Juma looked at the dog.

"Kioo can," Juma said. "If Vance has any infection... if he has any Salt on him... the dog will know."

"Then we go," Tyler decided. "We take the Wind Wagon. We head West. Into the Rift."

"To meet the Admiral," I said.

"No," Tyler said, picking up his clipboard. "To assess the threat. If he's a friend, we trade. If he's an enemy..."

Tyler looked at the melted ruin of the Railgun outside.

"If he's an enemy, we test the enzyme on a human subject."

THE DEPARTURE

We packed the next morning.

I made three large jars of the Green Paste.

Juma sharpened his machete and made a leather harness for Kioo.

Tyler packed the radio and the solar charger.

We stood at the West Gate.

"This feels different," Katunzi said. He wasn't coming this time. He was staying to manage the coffee trade. "Before, we ran from monsters. Now, we run toward men."

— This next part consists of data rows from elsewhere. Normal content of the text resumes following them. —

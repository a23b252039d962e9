/**
 * Seeded random numbers for invented data (demo files, benchmark series): the
 * same seed gives the same sequence on every machine and Node version.
 */

/** mulberry32: small seeded PRNG with uniform output in [0, 1). */
export function createRandom(seed: number): () => number {
  let state = seed >>> 0
  return () => {
    state = (state + 0x6d2b79f5) >>> 0
    let t = state
    t = Math.imul(t ^ (t >>> 15), t | 1)
    t ^= t + Math.imul(t ^ (t >>> 7), t | 61)
    return ((t ^ (t >>> 14)) >>> 0) / 4294967296
  }
}

/** A standard normal draw from two uniforms of `random` (Box-Muller, cosine branch). */
export function normalDraw(random: () => number): number {
  const u = Math.max(random(), 1e-12)
  return Math.sqrt(-2 * Math.log(u)) * Math.cos(2 * Math.PI * random())
}
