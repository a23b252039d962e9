import { formatPeriod, parsePeriod } from '../engine/index.js'
import { MAX_ABS_VALUE, MAX_POINTS_PER_SERIES } from '../schemas/run.js'
import { lastPeriodOf } from './period-range.js'
import type { HistoryData, IncomingHistory, UploadMode } from './types.js'

/**
 * The history to store for one SKU, from what is stored and what arrived.
 *
 *  - replace: the incoming periods become the whole history (its frequency may change).
 *  - overwrite (and replace-open-period, whose upload holds one period): the
 *    stored and incoming periods are combined; where both have a period the
 *    incoming value wins, except an incoming null (missing), which leaves the
 *    stored value.
 *  - add: as overwrite, but where both have a period the incoming quantity is
 *    added to the stored one (a null on either side counts as nothing).
 *
 * In every mode but replace, periods between the two ranges become 0 and the
 * frequencies must match.
 * Tags and the stock policy (replenishment): incoming ones replace the stored ones; absent, the stored ones stay.
 * @returns the merged history, or why the SKU is refused (the stored history then stays as it was),
 *   e.g. when it would end after year 9999
 */
export function mergeHistory(
  current: HistoryData | null,
  incoming: IncomingHistory,
  mode: UploadMode,
): { data: HistoryData } | { reason: string } {
  const merged = mergeRanges(current, incoming, mode)
  if ('reason' in merged) return merged
  const { frequency, firstPeriod, demand } = merged.data
  const last = lastPeriodOf(parsePeriod(firstPeriod, frequency), demand.length, frequency)
  return 'reason' in last ? last : merged
}

function mergeRanges(
  current: HistoryData | null,
  incoming: IncomingHistory,
  mode: UploadMode,
): { data: HistoryData } | { reason: string } {
  const tags = incoming.tags ?? current?.tags ?? []
  const policy = incoming.replenishment ?? current?.replenishment
  const withPolicy = (data: HistoryData): { data: HistoryData } => ({ data: policy === undefined ? data : { ...data, replenishment: policy } })
  try {
    if (mode === 'replace' || current === null) {
      if (incoming.demand.length > MAX_POINTS_PER_SERIES) return tooLong(incoming.demand.length)
      return withPolicy({
        frequency: incoming.frequency,
        firstPeriod: formatPeriod(incoming.startOrdinal, incoming.frequency),
        demand: incoming.demand,
        tags,
      })
    }
    if (current.frequency !== incoming.frequency) {
      return {
        reason: `stored history is by ${current.frequency}, this upload by ${incoming.frequency}; use mode=replace to change the frequency`,
      }
    }
    const frequency = current.frequency
    const currentStart = parsePeriod(current.firstPeriod, frequency)
    const lo = Math.min(currentStart, incoming.startOrdinal)
    const hi = Math.max(currentStart + current.demand.length, incoming.startOrdinal + incoming.demand.length) - 1
    if (hi - lo + 1 > MAX_POINTS_PER_SERIES) return tooLong(hi - lo + 1)
    const demand = new Array<number | null>(hi - lo + 1).fill(0)
    current.demand.forEach((v, i) => {
      demand[currentStart - lo + i] = v
    })
    for (let i = 0; i < incoming.demand.length; i++) {
      const v = incoming.demand[i]
      if (v === null || v === undefined) continue
      const at = incoming.startOrdinal - lo + i
      const stored = demand[at] ?? null
      const next = mode === 'add' && stored !== null ? stored + v : v
      if (Math.abs(next) > MAX_ABS_VALUE) {
        return { reason: `${formatPeriod(lo + at, frequency)} would hold ${next}, larger than ${MAX_ABS_VALUE} in size` }
      }
      demand[at] = next
    }
    return withPolicy({ frequency, firstPeriod: formatPeriod(lo, frequency), demand, tags })
  } catch (err) {
    return { reason: (err as Error).message }
  }
}

/**
 * The stored history with one period set to 0: a SKU left out of a
 * month-to-date (replace-open-period) upload had no demand in that period so far.
 * @returns null when the history does not reach that period (nothing to change)
 */
export function zeroPeriod(current: HistoryData, ordinal: number): HistoryData | null {
  const at = ordinal - parsePeriod(current.firstPeriod, current.frequency)
  if (at < 0 || at >= current.demand.length) return null
  const demand = [...current.demand]
  demand[at] = 0
  return { ...current, demand }
}

function tooLong(n: number): { reason: string } {
  return { reason: `the history would hold ${n} periods; at most ${MAX_POINTS_PER_SERIES}` }
}
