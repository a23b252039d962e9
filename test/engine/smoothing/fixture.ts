/** Typed loader for test/engine/fixtures/statsmodels/smoothing.json (made by scripts/fixtures/statsmodels_smoothing.py). */
import { readFileSync } from 'node:fs'

export interface RecursionCase {
  name: string
  data: string
  model: 'ses' | 'holt' | 'holt-winters'
  seasonal: 'add' | 'mul' | null
  seasonLength: number | null
  alpha: number
  beta: number | null
  gamma: number | null
  phi: number | null
  initial: { level: number; trend: number | null; seasonal: number[] | null }
  series: number[]
  fitted: number[]
  forecast: number[]
  sse: number
  /** States after the last observation; seasonal[k] applies to period n + 1 + k. */
  final: { level: number; trend: number | null; seasonal: number[] | null }
  /** Seasonal cases: ETSModel (additive error) with the same parameters and states. */
  etsFitted?: number[]
  etsForecast?: number[]
}

export interface OptimisedCase {
  data: string
  model: string
  seasonLength: number
  series: number[]
  sse: number
}

export interface VarianceCase {
  model: string
  alpha: number
  betaErrorCorrection: number
  gamma: number
  phi: number | null
  seasonLength: number
  relativeVariance: number[]
}

export interface SmoothingFixture {
  statsmodelsVersion: string
  recursions: RecursionCase[]
  optimised: OptimisedCase[]
  variance: VarianceCase[]
}

export const smoothingFixture: SmoothingFixture = JSON.parse(
  readFileSync(new URL('../fixtures/statsmodels/smoothing.json', import.meta.url), 'utf8'),
)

"Men are worse," Juma said.

He whistled.

Kioo trotted to his side. The dog looked healthy. The scars where the crystal had been were turning into tough, calloused skin.

"Let's go," Juma said. "The Admiral is waiting."

We boarded the Wind Wagon.

As we rolled away from New Arusha, I looked back at the city. It was healing. The vines were growing back over the scorched walls.

We had found a way to heal the animals.

We had found a way to heal the land.

Now, we just had to see if we could heal the human race. Or if the "Admiral" was just another infection waiting to be burned out.